> **Input data**
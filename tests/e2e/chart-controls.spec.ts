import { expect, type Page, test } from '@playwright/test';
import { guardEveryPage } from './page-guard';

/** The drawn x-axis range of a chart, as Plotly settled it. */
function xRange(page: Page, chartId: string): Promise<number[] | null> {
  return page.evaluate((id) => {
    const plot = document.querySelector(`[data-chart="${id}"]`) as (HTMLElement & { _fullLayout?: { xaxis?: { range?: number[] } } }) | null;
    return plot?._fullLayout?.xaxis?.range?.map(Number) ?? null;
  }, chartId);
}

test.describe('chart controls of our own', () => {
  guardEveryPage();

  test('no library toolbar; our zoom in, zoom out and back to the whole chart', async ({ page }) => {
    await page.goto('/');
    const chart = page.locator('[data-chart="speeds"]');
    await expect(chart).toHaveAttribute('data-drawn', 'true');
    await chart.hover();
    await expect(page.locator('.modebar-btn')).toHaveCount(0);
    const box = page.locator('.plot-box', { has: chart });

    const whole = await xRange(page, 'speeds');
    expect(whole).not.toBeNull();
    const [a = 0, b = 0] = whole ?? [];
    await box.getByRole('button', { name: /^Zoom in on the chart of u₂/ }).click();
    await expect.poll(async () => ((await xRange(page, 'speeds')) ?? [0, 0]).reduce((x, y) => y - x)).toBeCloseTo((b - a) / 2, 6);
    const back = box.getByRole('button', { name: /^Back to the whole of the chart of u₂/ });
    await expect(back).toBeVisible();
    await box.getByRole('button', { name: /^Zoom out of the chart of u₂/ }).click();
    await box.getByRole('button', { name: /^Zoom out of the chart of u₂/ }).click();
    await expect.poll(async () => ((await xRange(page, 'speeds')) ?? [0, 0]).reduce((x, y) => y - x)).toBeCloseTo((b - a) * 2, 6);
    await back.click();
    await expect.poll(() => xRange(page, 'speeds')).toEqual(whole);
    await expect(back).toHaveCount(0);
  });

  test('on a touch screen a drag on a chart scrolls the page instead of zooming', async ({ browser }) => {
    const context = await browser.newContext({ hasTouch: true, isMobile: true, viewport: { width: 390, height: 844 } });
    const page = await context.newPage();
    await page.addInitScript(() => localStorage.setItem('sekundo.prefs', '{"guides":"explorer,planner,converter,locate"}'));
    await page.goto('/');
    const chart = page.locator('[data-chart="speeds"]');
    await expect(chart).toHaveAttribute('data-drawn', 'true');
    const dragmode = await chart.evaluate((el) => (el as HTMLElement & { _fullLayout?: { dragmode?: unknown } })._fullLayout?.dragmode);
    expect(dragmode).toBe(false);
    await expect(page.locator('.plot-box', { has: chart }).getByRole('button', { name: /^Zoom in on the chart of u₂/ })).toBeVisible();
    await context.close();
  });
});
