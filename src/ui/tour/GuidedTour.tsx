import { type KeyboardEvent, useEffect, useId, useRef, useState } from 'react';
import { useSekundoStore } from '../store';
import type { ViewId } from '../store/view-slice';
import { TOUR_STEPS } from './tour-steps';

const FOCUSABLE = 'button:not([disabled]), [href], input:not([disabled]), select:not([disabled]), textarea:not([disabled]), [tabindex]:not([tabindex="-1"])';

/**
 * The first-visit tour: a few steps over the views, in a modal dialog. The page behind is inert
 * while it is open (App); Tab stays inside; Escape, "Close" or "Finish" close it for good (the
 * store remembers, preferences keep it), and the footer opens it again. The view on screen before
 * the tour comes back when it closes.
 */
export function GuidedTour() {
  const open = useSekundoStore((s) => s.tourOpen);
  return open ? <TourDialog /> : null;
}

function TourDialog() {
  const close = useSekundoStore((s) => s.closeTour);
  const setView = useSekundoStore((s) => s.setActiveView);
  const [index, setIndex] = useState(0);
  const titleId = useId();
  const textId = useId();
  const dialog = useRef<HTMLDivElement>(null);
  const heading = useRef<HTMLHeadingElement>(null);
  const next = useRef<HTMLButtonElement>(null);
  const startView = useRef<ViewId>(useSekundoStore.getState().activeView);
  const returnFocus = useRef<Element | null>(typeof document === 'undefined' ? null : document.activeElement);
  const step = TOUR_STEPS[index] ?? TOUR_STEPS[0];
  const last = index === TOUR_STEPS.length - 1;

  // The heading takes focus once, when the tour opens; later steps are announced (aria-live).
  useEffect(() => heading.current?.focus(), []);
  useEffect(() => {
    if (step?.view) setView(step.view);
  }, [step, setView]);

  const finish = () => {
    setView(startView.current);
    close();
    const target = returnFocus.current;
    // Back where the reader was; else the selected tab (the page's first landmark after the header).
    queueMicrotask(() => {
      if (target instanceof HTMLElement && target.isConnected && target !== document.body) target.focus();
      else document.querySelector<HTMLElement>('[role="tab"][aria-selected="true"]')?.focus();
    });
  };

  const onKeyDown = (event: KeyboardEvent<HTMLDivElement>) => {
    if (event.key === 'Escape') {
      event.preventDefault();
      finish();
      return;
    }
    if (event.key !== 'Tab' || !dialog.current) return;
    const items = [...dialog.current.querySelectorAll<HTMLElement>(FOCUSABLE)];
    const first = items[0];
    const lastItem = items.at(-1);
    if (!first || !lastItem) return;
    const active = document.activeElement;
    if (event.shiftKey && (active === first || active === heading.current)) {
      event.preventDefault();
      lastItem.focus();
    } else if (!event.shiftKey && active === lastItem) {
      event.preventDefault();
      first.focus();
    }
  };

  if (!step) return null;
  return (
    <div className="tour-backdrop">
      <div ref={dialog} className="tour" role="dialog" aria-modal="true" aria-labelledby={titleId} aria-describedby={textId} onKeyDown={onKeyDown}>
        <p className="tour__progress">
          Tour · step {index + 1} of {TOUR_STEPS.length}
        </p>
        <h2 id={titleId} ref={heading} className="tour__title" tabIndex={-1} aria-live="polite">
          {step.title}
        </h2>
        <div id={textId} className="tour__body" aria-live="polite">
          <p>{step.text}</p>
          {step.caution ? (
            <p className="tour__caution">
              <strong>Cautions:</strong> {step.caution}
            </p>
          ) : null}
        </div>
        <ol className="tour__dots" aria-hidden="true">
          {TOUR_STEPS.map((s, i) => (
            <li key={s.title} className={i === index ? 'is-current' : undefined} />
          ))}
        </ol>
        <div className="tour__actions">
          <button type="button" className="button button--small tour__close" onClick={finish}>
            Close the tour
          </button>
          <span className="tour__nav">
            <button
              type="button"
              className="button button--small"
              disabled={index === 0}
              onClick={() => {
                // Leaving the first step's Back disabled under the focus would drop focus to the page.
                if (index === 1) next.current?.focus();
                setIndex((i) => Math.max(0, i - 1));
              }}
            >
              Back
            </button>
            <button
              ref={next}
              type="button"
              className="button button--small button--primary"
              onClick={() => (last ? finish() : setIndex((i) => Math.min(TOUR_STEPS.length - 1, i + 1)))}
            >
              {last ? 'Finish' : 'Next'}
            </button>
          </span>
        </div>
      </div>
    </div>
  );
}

> **What you need to do**
Where a line of the data contains "ViewId", copy that line.

> **Response to the task**
import type { ViewId } from '../store/view-slice';
  const startView = useRef<ViewId>(useSekundoStore.getState().activeView);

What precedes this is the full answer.